The answer must be every record below, repeated exactly.

Raw data:
╭──

import { roleNames } from '@/lib/session';
import { useSite } from '@/lib/site';
import type { DemoAccount } from '@/types/api';
import styles from './demo-accounts.module.css';

export interface DemoAccountsProps {
  onChoose: (account: DemoAccount) => void;
  isBusy: boolean;
}

/** The demonstration's accounts, to sign in with one press. Other sites have none. */
export function DemoAccounts({ onChoose, isBusy }: DemoAccountsProps) {
  const { demoAccounts } = useSite();
  if (demoAccounts.length === 0) return null;
  return (
    <section className={styles.accounts} aria-labelledby="demo-accounts">
      <h2 id="demo-accounts" className={styles.title}>
        This is a demonstration. Sign in as
      </h2>
      <ul className={styles.list}>
        {demoAccounts.map((account) => (
          <li key={account.email}>
            <button
              type="button"
              className={styles.account}
              onClick={() => onChoose(account)}
              disabled={isBusy}
            >
              <span className={styles.role}>{roleNames[account.role]}</span>
              <span className={styles.name}>{account.displayName}</span>
              <span className={styles.secret}>
                <code>{account.email}</code> <code>{account.password}</code>
              </span>
            </button>
          </li>
        ))}
      </ul>
    </section>
  );
}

╰──

Solution to this exercise:
import { roleNames } from '@/lib/session';
import { useSite } from '@/lib/site';
import type { DemoAccount } from '@/types/api';
import styles from './demo-accounts.module.css';

export interface DemoAccountsProps {
  onChoose: (account: DemoAccount) => void;
  isBusy: boolean;
}

/** The demonstration's accounts, to sign in with one press. Other sites have none. */
export function DemoAccounts({ onChoose, isBusy }: DemoAccountsProps) {
  const { demoAccounts } = useSite();
  if (demoAccounts.length === 0) return null;
  return (
    <section className={styles.accounts} aria-labelledby="demo-accounts">
      <h2 id="demo-accounts" className={styles.title}>
        This is a demonstration. Sign in as
      </h2>
      <ul className={styles.list}>
        {demoAccounts.map((account) => (
          <li key={account.email}>
            <button
              type="button"
              className={styles.account}
              onClick={() => onChoose(account)}
              disabled={isBusy}
            >
              <span className={styles.role}>{roleNames[account.role]}</span>
              <span className={styles.name}>{account.displayName}</span>
              <span className={styles.secret}>
                <code>{account.email}</code> <code>{account.password}</code>
              </span>
            </button>
          </li>
        ))}
      </ul>
    </section>
  );
}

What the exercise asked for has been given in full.